Idées et opinions

Election 2nd Tour 2016 NigerLe processus démocratique nigérien a été adopté au début des années 1990, en grande partie grâce à la jeunesse nigérienne, à travers le mouvement légendaire des scolaires. « Vu la situation actuelle, [disait l’un des leaders charismatiques dudit mouvement dans une interview accordée au journal Haské n° 00 de Mai 1990], nous lançons un appel aux patriotes sincères pour que tous unis, nous puissions défendre les acquis de l’ouverture de la démocratie actuelle. Les problèmes scolaires ne peuvent être réglés sans changement politique, notamment, l’adoption du multipartisme. » Et le 15 novembre 1990, sous donc la pression des scolaires, rejoints par d’autres structures syndicales, le Président de la 2ème République prononça, devant les parlementaires, le discours historique consacrant l’acceptation du multipartisme au Niger. Quel bilan pourrait-on dresser de cette expérience pluraliste ? Et quel rôle la jeunesse nigérienne pourrait-elle encore jouer dans l’évolution des pratiques démocratiques et des mœurs politiques du pays ?

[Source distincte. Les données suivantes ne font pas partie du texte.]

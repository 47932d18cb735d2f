package lyate.window;

import static org.junit.jupiter.api.Assertions.assertEquals;
import static org.junit.jupiter.api.Assertions.assertThrows;
import static org.junit.jupiter.api.Assertions.assertTrue;

import java.io.IOException;
import java.nio.file.Files;
import java.nio.file.Path;
import java.util.List;
import lyate.molecule.MoleculeReader;
import lyate.molecule.MoleculeText;
import org.junit.jupiter.api.Test;
import org.junit.jupiter.api.io.TempDir;

class StructureFileTest {

    @TempDir
    private Path folder;

    private final MoleculeReader molecules = new MoleculeReader();

    @Test
    void aMolfileIsOneStructure() throws Exception {
        List<String> structures = StructureFile.read(file("one.mol", molfile("CC(=O)CC(C)=O")));
        assertEquals(1, structures.size());
        assertEquals(7, molecules.read(structures.get(0)).atomCount());
    }

    @Test
    void everyRecordOfAnSdFileIsAStructureAndItsDataAreLeftOut() throws Exception {
        String sdf = molfile("CCO") + ">  <price>\n12\n\n$$$$\n" + molfile("CCN") + "$$$$\n";
        List<String> structures = StructureFile.read(file("two.sdf", sdf));
        assertEquals(2, structures.size());
        assertEquals("N3", molecules.read(structures.get(1)).label(2));
        assertTrue(structures.stream().noneMatch(text -> text.contains("price")));
    }

    @Test
    void aLineOfASmilesFileIsAStructureUpToItsName() throws Exception {
        assertEquals(List.of("CCO", "c1ccccc1O"), StructureFile.read(file("some.smi", "# from the shelf\nCCO ethanol\r\n\nc1ccccc1O\tphenol\n")));
    }

    @Test
    void aNameOfSeveralWordsInATextIsKeptWhole() throws Exception {
        assertEquals(List.of("ethyl acetoacetate"), StructureFile.read(file("name.txt", "ethyl acetoacetate\n")));
    }

    @Test
    void aReactionFileBecomesReactionSmiles() throws Exception {
        String rxn = "$RXN\n\n\n\n  1  1\n$MOL\n" + molfile("CCO") + "$MOL\n" + molfile("CC=O");
        List<String> structures = StructureFile.read(file("step.rxn", rxn));
        assertEquals(1, structures.size());
        assertTrue(StepCells.isReaction(structures.get(0)));
        assertTrue(StepCells.isReaction(rxn), "and is one when pasted whole");
        StepReading reading = new FieldReader(Panels.engine()::steps).read(StepText.demo().withSite("").with(StepField.SUBSTRATE, structures.get(0)));
        assertEquals("C2H6O", reading.step().orElseThrow().substrate().formula());
    }

    @Test
    void whatHoldsNoStructureIsRefusedByItsName() throws Exception {
        Path blank = file("blank.smi", "\n# nothing\n");
        assertTrue(assertThrows(IOException.class, () -> StructureFile.read(blank)).getMessage().contains("blank.smi"));
        Path binary = folder.resolve("photo.mol");
        Files.write(binary, new byte[] {(byte) 0xff, (byte) 0xd8, 0, 1});
        assertTrue(assertThrows(IOException.class, () -> StructureFile.read(binary)).getMessage().contains("not text"));
        Path many = file("many.smi", "C\n".repeat(501));
        assertTrue(assertThrows(IOException.class, () -> StructureFile.read(many)).getMessage().contains("501"));
    }

    private Path file(String name, String text) throws IOException {
        return Files.writeString(folder.resolve(name), text);
    }

    private String molfile(String smiles) throws Exception {
        return MoleculeText.molfile(molecules.read(smiles));
    }
}
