package lyate.window;

import static org.junit.jupiter.api.Assertions.assertEquals;
import static org.junit.jupiter.api.Assertions.assertFalse;
import static org.junit.jupiter.api.Assertions.assertTrue;

import java.nio.file.Path;
import java.util.List;
import java.util.Map;
import java.util.concurrent.atomic.AtomicLong;
import lyate.sheet.RouteSheet;
import lyate.sheet.SheetRow;
import org.junit.jupiter.api.Test;

class SheetDocumentTest {

    private static final long SECOND = 1_000_000_000L;
    private final AtomicLong clock = new AtomicLong();
    private final SheetDocument document = new SheetDocument(StepCells.sheetOf(StepText.demo()), clock::get);

    @Test
    void aStepSurvivesTheWayIntoASheetAndBack() throws Exception {
        StepText odd = StepText.demo().with(StepField.SUBSTRATE, "\n  molfile\n\n  0  0").with(StepField.PARTNER, "CI").with(StepField.BASE, "a, \"b\"");
        RouteSheet read = RouteSheet.parse(StepCells.sheetOf(odd).text());
        assertEquals(odd.with(StepField.SUBSTRATE, "").fields(), StepCells.text(read.rows().get(0)).with(StepField.SUBSTRATE, "").fields());
        assertEquals(odd.site(), StepCells.text(read.rows().get(0)).site());
    }

    @Test
    void reactionSmilesGoIntoTheColumnForReactions() {
        document.edit(StepText.demo().with(StepField.SUBSTRATE, "CCO.CI>[Na+].[H-]>CCOC"));
        SheetRow row = document.state().sheet().rows().get(0);
        assertEquals("", row.text(lyate.sheet.SheetColumn.SUBSTRATE));
        assertEquals("CCO.CI>[Na+].[H-]>CCOC", row.text(lyate.sheet.SheetColumn.REACTION));
        assertEquals("CCO.CI>[Na+].[H-]>CCOC", document.state().text().get(StepField.SUBSTRATE));
    }

    @Test
    void fastKeystrokesInOneFieldAreUndoneTogether() {
        for (String text : List.of("L", "LD", "LDA")) {
            clock.addAndGet(SECOND / 5);
            document.edit(document.state().text().with(StepField.BASE, text));
        }
        document.undo();
        assertEquals("NaH", document.state().text().get(StepField.BASE));
        document.redo();
        assertEquals("LDA", document.state().text().get(StepField.BASE));
    }

    @Test
    void changesInDifferentFieldsAreUndoneOneByOne() {
        document.edit(document.state().text().with(StepField.BASE, "LDA"));
        document.edit(document.state().text().with(StepField.SOLVENT, "THF"));
        document.undo();
        assertEquals("LDA", document.state().text().get(StepField.BASE));
        assertEquals("DMF", document.state().text().get(StepField.SOLVENT));
        document.undo();
        assertEquals("NaH", document.state().text().get(StepField.BASE));
        assertFalse(document.canUndo());
    }

    @Test
    void theWholeSheetComesBackAfterUndoingEverything() {
        String before = document.state().sheet().text();
        document.change(document.state().duplicated());
        document.change(document.state().moved(-1));
        document.edit(document.state().text().with(StepField.WATER, "20"));
        document.change(document.state().removed());
        while (document.canUndo()) {
            document.undo();
        }
        assertEquals(before, document.state().sheet().text());
        assertFalse(document.isModified());
    }

    @Test
    void aNewStepStandsAfterTheSelectedOneAndIsSelected() {
        document.change(document.state().duplicated());
        document.select(0);
        document.change(document.state().added());
        assertEquals(3, document.state().sheet().rows().size());
        assertEquals(1, document.state().selected());
        assertEquals("", document.state().text().get(StepField.SUBSTRATE));
    }

    @Test
    void theLastStepIsBlankedNotRemoved() {
        document.change(document.state().removed());
        assertEquals(1, document.state().sheet().rows().size());
        assertEquals("", document.state().text().get(StepField.BASE));
    }

    @Test
    void savingMakesTheSheetUnmodified() {
        document.edit(document.state().text().with(StepField.BASE, "LDA"));
        assertTrue(document.isModified());
        document.saved(Path.of("x.csv"));
        assertFalse(document.isModified());
        document.undo();
        assertTrue(document.isModified());
    }

    @Test
    void anAddedStepBeginsWithWhatThePreferencesSay() {
        StepText usual = new StepText(Map.of(StepField.SOLVENT, "THF"), "");
        SheetDocument document = new SheetDocument(StepCells.sheetOf(StepText.demo()), System::nanoTime, () -> usual);
        document.add();
        assertEquals(usual, document.state().text());
        document.undo();
        assertEquals(StepText.demo(), document.state().text());
    }
}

L’adoption du multipartisme intégral, a permis la création de nombreux partis politiques et un cadre compétitif, sanctionné par des élections. Mais le bilan du processus enclenché est, pour le moins qu’on puisse dire , mitigé, aussi bien du point de vue de la stabilité politique que des pratiques démocratiques et des liens qu’elles sont censées créer entre les élus et les électeurs.
Concernant la stabilité politique, le Niger a connu 3 interruptions du processus démocratique, à la suite de 2 coups d’État militaires ( 27 janvier 1996 et 18 février 2010) et un assassinat politico-militaire (9 avril 1999). Aussi, de 1992 à 2018, le pays a vécu sous 5 Républiques. Seulement 2 présidents élus ont réussi à atteindre la fin de leurs premiers mandats : le Président Tandja Mamadou en 2004 et l’actuel chef de l’État en 2016. Et aucun Président élu n’a jusque-là remis le pouvoir à un autre Président démocratiquement élu.
Le processus démocratique nigérien est ainsi en attente d’une véritable alternance politique, plus d’un quart de siècle après son inauguration. Ce qui est fort illustratif de sa fragilité et instabilité, en dépit des pas moins de 28 scrutins qu’il a occasionnés.